Major depressive disorder (MDD) is a neurological disorder that affects about 17% of Americans. There is a solid amount of evidence that MDD is about twice as common in women as in men, but the reason for this is unknown. MDD frequently co-occurs with other neurological disorders such as ADD, ADHD, PTSD, and anxiety. These co-occurrences can make diagnosis and treatment of the disorders difficult.
There is no single cause for MDD, and often times it can be due to multiple factors. There is evidence that a family history of MDD can increase one's risk of having MDD, but the mechanism behind this is unknown. It may be due to genetics, environment, or both. MDD can be caused by events such as abuse, conflict, or the death of a loved one. It can also have medical causes such as the use of certain medications (such as β blockers) or coexistence with certain illnesses.
Symptoms of MDD can vary. They include agitation, restlessness, irritability, difficulty concentrating (all also symptoms of ADHD!), fatigue, and difficulty sleeping. The more emotional symptoms of depression are feelings of hopelessness, helplessness, and worthlessness. People suffering from MDD may also experience loss of interest, isolation, intense anger, and even suicide.

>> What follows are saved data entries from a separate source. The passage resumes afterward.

"""Writes on positions: propose, publish, reject, withdraw.

States (brief §2): ``proposed`` → ``published`` → ``superseded``; ``proposed`` →
``rejected``; a ``published`` position may be ``withdrawn``. A published or superseded
position's coordinates never change (model ``save()`` guard and a database trigger).

Publishing supersedes the mark's earlier published position *in the same frame*
(state ``superseded``, ``superseded_at``, ``superseded_by``) in the same transaction.
The mark's search location (``search_lat_deg``/``search_lon_deg``, which on PostgreSQL
drives the generated ``geog`` column) follows the most recently published position
of any frame; withdrawing it falls back to the next most recent published one, or
clears the location. The search location is only for finding marks (frames differ by
up to a few metres); coordinates for use always come from a position with its frame
and epoch. Changing the search location does not bump the mark's edit version.
"""

from __future__ import annotations

from functools import lru_cache
from typing import Any

import numpy as np
from django.core.exceptions import ValidationError
from django.db import IntegrityError, transaction
from django.utils import timezone

from registry.errors import Conflict
from registry.models import Mark, MarkStatus, Position, PositionState
from registry.roles import Ability
from registry.services._input import (
    check_keys,
    field_error,
    merge_errors,
    parse_float,
    parse_int,
    parse_note,
    parse_text,
)
from registry.services.access import access_mark_by_code, access_position_by_id
from registry.services.audit import audit_record, snapshot
from registry.services.documents import documents_mark_changed
from registry.services.limits import check_text_limits
from registry.services.suspect import lift_suspicion

COV_FIELDS = ("cov_ee_m2", "cov_en_m2", "cov_eu_m2", "cov_nn_m2", "cov_nu_m2", "cov_uu_m2")
VEL_FIELDS = ("vel_e_m_yr", "vel_n_m_yr", "vel_u_m_yr")
VEL_SIGMA_FIELDS = ("vel_sigma_e_m_yr", "vel_sigma_n_m_yr", "vel_sigma_u_m_yr")
PROPOSE_FIELDS = (
    "frame_epsg",
    "epoch_yr",
    "lat_deg",
    "lon_deg",
    "h_m",
    *COV_FIELDS,
    *VEL_FIELDS,
    *VEL_SIGMA_FIELDS,
    "source",
    "note",
)
_REQUIRED_FLOATS = ("epoch_yr", "lat_deg", "lon_deg", "h_m", "cov_ee_m2", "cov_nn_m2", "cov_uu_m2")
# Same limits as the model's CheckConstraints, with codes of their own.
_RANGES = {
    "lat_deg": (-90.0, 90.0, "lat_out_of_range", "Latitude must be between -90 and 90 degrees."),
    "lon_deg": (-180.0, 180.0, "lon_out_of_range", "Longitude must be between -180 and 180 degrees."),
    "h_m": (-1000.0, 10000.0, "h_out_of_range", "Ellipsoidal height must be between -1000 m and 10000 m."),
    "epoch_yr": (
        1900.0,
        2100.0,
        "epoch_out_of_range",
        "Coordinate epoch must be a decimal year between 1900 and 2100.",
    ),
}
# Largest variance accepted (σ = 100 m): beyond that a value is a unit mistake (mm² for m²...),
# not a coordinate anyone should find in a control registry.
MAX_VARIANCE_M2 = 100.0**2
# A covariance matrix may have an eigenvalue this far below zero (relative to its
# largest) and still count as positive semi-definite: rounding of published values.
_PSD_RELATIVE_TOLERANCE = 1e-9


@lru_cache(maxsize=256)
@lru_cache(maxsize=256)
def _frame_problem(frame_epsg: int) -> str | None:
    """Why ``frame_epsg`` cannot carry a position, or ``None`` when it is a geographic 3D CRS."""
    from pyproj import CRS
    from pyproj.exceptions import CRSError

    try:
        crs = CRS.from_epsg(frame_epsg)
    except CRSError:
        return f"EPSG:{frame_epsg} is not a coordinate reference system known to PROJ."
    if not crs.is_geographic or len(crs.axis_info) != 3:
        return (
            f"EPSG:{frame_epsg} ({crs.name}) is a {crs.type_name}; a position needs a geographic 3D CRS "
            "(latitude, longitude, ellipsoidal height), e.g. EPSG:7912 or EPSG:6319."
        )
    return None


def _parse_position(data: Any) -> dict[str, Any]:
    check_keys(data, PROPOSE_FIELDS)
    errors: list[ValidationError] = []
    out: dict[str, Any] = {}

    def attempt(fn, *args, **kwargs):
        try:
            return fn(*args, **kwargs)
        except ValidationError as exc:
            errors.append(exc)
            return None

    out["frame_epsg"] = attempt(parse_int, data, "frame_epsg", required=True)
    for name in _REQUIRED_FLOATS:
        out[name] = attempt(parse_float, data, name, required=True)
    for name in ("cov_en_m2", "cov_eu_m2", "cov_nu_m2"):
        out[name] = attempt(parse_float, data, name) or 0.0
    for name in VEL_FIELDS + VEL_SIGMA_FIELDS:
        out[name] = attempt(parse_float, data, name)
    out["source"] = attempt(parse_text, data, "source", required=True, max_length=200)
    out["note"] = attempt(parse_text, data, "note") or ""
    if errors:
        raise merge_errors(*errors)

    if out["frame_epsg"] is not None:
        problem = _frame_problem(out["frame_epsg"])
        if problem:
            errors.append(field_error("frame_epsg", problem, "frame_not_geographic_3d"))
    for name, (lo, hi, code, message) in _RANGES.items():
        if not lo <= out[name] <= hi:
            errors.append(field_error(name, message, code, value=out[name]))
    for name in ("cov_ee_m2", "cov_nn_m2", "cov_uu_m2"):
        if out[name] < 0:
            errors.append(field_error(name, "A variance cannot be negative.", "negative_variance"))
        elif out[name] > MAX_VARIANCE_M2:
            errors.append(
                field_error(
                    name,
                    "A variance above %(limit)s m² (σ = 100 m) is refused; covariances are in m².",
                    "variance_too_large",
                    limit=MAX_VARIANCE_M2,
                )
            )
    for name in VEL_SIGMA_FIELDS:
        if out[name] is not None and out[name] < 0:
            errors.append(field_error(name, "A sigma cannot be negative.", "negative_sigma"))
    given = [out[n] is not None for n in VEL_FIELDS]
    if any(given) and not all(given):
        errors.append(field_error("vel_e_m_yr", "Give all three velocity components or none.", "velocity_incomplete"))
    if not any(given) and any(out[n] is not None for n in VEL_SIGMA_FIELDS):
        errors.append(
            field_error("vel_sigma_e_m_yr", "Velocity sigmas need a velocity.", "velocity_sigma_without_velocity")
        )
    if errors:
        raise merge_errors(*errors)

    cov = np.array(
        [
            [out["cov_ee_m2"], out["cov_en_m2"], out["cov_eu_m2"]],
            [out["cov_en_m2"], out["cov_nn_m2"], out["cov_nu_m2"]],
            [out["cov_eu_m2"], out["cov_nu_m2"], out["cov_uu_m2"]],
        ]
    )
    if not np.any(cov):
        raise field_error(
            "cov_ee_m2",
            "Give the uncertainty of the coordinates; a position held fixed in an adjustment still has one.",
            "covariance_zero",
        )
    eig = np.linalg.eigvalsh(cov)
    if eig[0] < -_PSD_RELATIVE_TOLERANCE * eig[-1]:
        raise field_error(
            "cov_ee_m2",
            "The east/north/up covariance is not positive semi-definite (check the correlations).",
            "covariance_not_psd",
        )
    return out


def _refresh_search_location(mark_id: int) -> tuple[float | None, float | None]:
    """Point the mark's search location at its most recently published position (or clear it)."""
    latest = (
        Position.objects.filter(mark_id=mark_id, state=PositionState.PUBLISHED)
        .order_by("-decided_at", "-id")
        .values("lat_deg", "lon_deg")
        .first()
    )
    lat, lon = (latest["lat_deg"], latest["lon_deg"]) if latest else (None, None)
    Mark.objects.filter(pk=mark_id).update(search_lat_deg=lat, search_lon_deg=lon)
    return lat, lon


def _require_state(position: Position, *allowed: str, action: str) -> None:
    if position.state not in allowed:
        raise Conflict(
            f"Position {position.pk} is {position.state}; only a {' or '.join(allowed)} position can be {action}.",
            code="invalid_state",
            details={"state": position.state, "allowed": list(allowed)},
        )


def position_propose(*, actor, mark_code: str, data: dict) -> Position:
    """Record a proposed position of a mark (technician or manager).

    ``data``: ``frame_epsg`` (geographic 3D CRS), ``epoch_yr``, ``lat_deg``, ``lon_deg``,
    ``h_m`` (ellipsoidal), the east/north/up covariance in m² (``cov_ee_m2``,
    ``cov_nn_m2``, ``cov_uu_m2`` required; ``cov_en_m2``, ``cov_eu_m2``, ``cov_nu_m2``
    default 0), optional velocity (all three of ``vel_e_m_yr``, ``vel_n_m_yr``,
    ``vel_u_m_yr``, with optional sigmas) and ``source``, optional ``note``.
    """
    cleaned = _parse_position(data)
    with transaction.atomic():
        mark = access_mark_by_code(actor, mark_code, ability=Ability.RECORD, for_update=True)
        if mark.status == MarkStatus.DESTROYED:
            raise Conflict(
                f"Mark {mark.code} is recorded as destroyed; a destroyed mark gets no new positions.",
                code="mark_destroyed",
            )
        position = Position(mark=mark, created_by=actor, state=PositionState.PROPOSED, **cleaned)
        check_text_limits(position)
        position.full_clean()
        position.save(force_insert=True)
        audit_record(actor=actor, action="position_propose", obj=position, after=snapshot(position), mark=mark)
    return position


def position_publish(*, actor, position_id: int, note: str = "") -> Position:
    """Publish a proposed position (manager); supersede the earlier one of the same mark and frame.

    A suspect mark becomes active again (a new position answers the suspicion; ``services.suspect``);
    the change is recorded in the ``position_publish`` audit row (``mark_status`` and the suspicion
    before and after) and bumps the mark's version.
    """
    note = parse_note(note, required=False)
    with transaction.atomic():
        position = access_position_by_id(actor, position_id, ability=Ability.MANAGE, for_update=True)
        mark = Mark.objects.select_for_update().get(pk=position.mark_id)
        _require_state(position, PositionState.PROPOSED, action="published")
        if mark.status == MarkStatus.DESTROYED:
            raise Conflict(
                f"Mark {mark.code} is recorded as destroyed; its positions cannot be published.",
                code="mark_destroyed",
            )
        now = timezone.now()
        previous = (
            Position.objects.select_for_update()
            .filter(mark_id=mark.pk, frame_epsg=position.frame_epsg, state=PositionState.PUBLISHED)
            .first()
        )
        if previous is not None:
            previous.state = PositionState.SUPERSEDED
            previous.superseded_at = now
            previous.superseded_by = position
            previous.save(update_fields=["state", "superseded_at", "superseded_by"])
            audit_record(
                actor=actor,
                action="position_supersede",
                obj=previous,
                before={"state": PositionState.PUBLISHED},
                after={"state": PositionState.SUPERSEDED, "superseded_at": now, "superseded_by_id": position.pk},
                mark=mark,
            )
        position.state = PositionState.PUBLISHED
        position.decided_by = actor if getattr(actor, "is_authenticated", False) else None
        position.decided_at = now
        try:
            position.save(update_fields=["state", "decided_by", "decided_at"])
        except IntegrityError:  # the partial unique index: someone published in between
            raise Conflict(
                f"Another position of {mark.code} in EPSG:{position.frame_epsg} was published at the same time.",
                code="already_published",
            ) from None
        lat, lon = _refresh_search_location(mark.pk)
        before = {
            "state": PositionState.PROPOSED,
            "search_lat_deg": mark.search_lat_deg,
            "search_lon_deg": mark.search_lon_deg,
        }
        after = {
            "state": PositionState.PUBLISHED,
            "supersedes_id": previous.pk if previous else None,
            "search_lat_deg": lat,
            "search_lon_deg": lon,
        }
        lifted = lift_suspicion(mark)
        if lifted is not None:
            before.update({f"mark_{k}": v for k, v in lifted["before"].items()})
            after.update({f"mark_{k}": v for k, v in lifted["after"].items()})
        audit_record(
            actor=actor,
            action="position_publish",
            obj=position,
            before=before,
            after=after,
            note=note,
            mark=mark,
        )
        documents_mark_changed(mark, f"position published in EPSG:{position.frame_epsg}", actor=actor)
    return position


def position_reject(*, actor, position_id: int, note: str) -> Position:
    """Reject a proposed position (manager), with the reason in ``note``."""
    note = parse_note(note, required=True, what="the rejection")
    with transaction.atomic():
        position = access_position_by_id(actor, position_id, ability=Ability.MANAGE, for_update=True)
        _require_state(position, PositionState.PROPOSED, action="rejected")
        position.state = PositionState.REJECTED
        position.decided_by = actor if getattr(actor, "is_authenticated", False) else None
        position.decided_at = timezone.now()
        position.save(update_fields=["state", "decided_by", "decided_at"])
        audit_record(
            actor=actor,
            action="position_reject",
            obj=position,
            before={"state": PositionState.PROPOSED},
            after={"state": PositionState.REJECTED},
            note=note,
        )
    return position


def position_withdraw(*, actor, position_id: int, note: str) -> Position:
    """Withdraw a published position (manager), with the reason in ``note``.

    The earlier, superseded position is not reinstated (a superseded position stays
    superseded); the search location falls back to another published position of the
    mark, or is cleared.
    """
    note = parse_note(note, required=True, what="the withdrawal")
    with transaction.atomic():
        position = access_position_by_id(actor, position_id, ability=Ability.MANAGE, for_update=True)
        mark = Mark.objects.select_for_update().get(pk=position.mark_id)
        _require_state(position, PositionState.PUBLISHED, action="withdrawn")
        position.state = PositionState.WITHDRAWN
        position.decided_by = actor if getattr(actor, "is_authenticated", False) else None
        position.decided_at = timezone.now()
        position.save(update_fields=["state", "decided_by", "decided_at"])
        lat, lon = _refresh_search_location(mark.pk)
        audit_record(
            actor=actor,
            action="position_withdraw",
            obj=position,
            before={
                "state": PositionState.PUBLISHED,
                "search_lat_deg": mark.search_lat_deg,
                "search_lon_deg": mark.search_lon_deg,
            },
            after={"state": PositionState.WITHDRAWN, "search_lat_deg": lat, "search_lon_deg": lon},
            note=note,
            mark=mark,
        )
        documents_mark_changed(mark, f"published position in EPSG:{position.frame_epsg} withdrawn", actor=actor)
    return position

Treatments of MDD include medication and psychotherapy. The most prescribed antidepressants are selective serotonin re-uptake inhibitors (SSRIs), such as fluoxetine and sertraline. Fluoxetine is the only antidepressant that is FDA approved for use in children and teenagers. SSRIs function by inhibiting serotonin re-uptake into the presynaptic cell. This increases the concentration of serotonin in the synaptic cleft. Serotonin functions in the CNS by regulating sleep, appetite, and mood. A 2010 study, however, indicated that SSRIs have little to no benefit (relative to placebo) in patients with mild cases of MDD.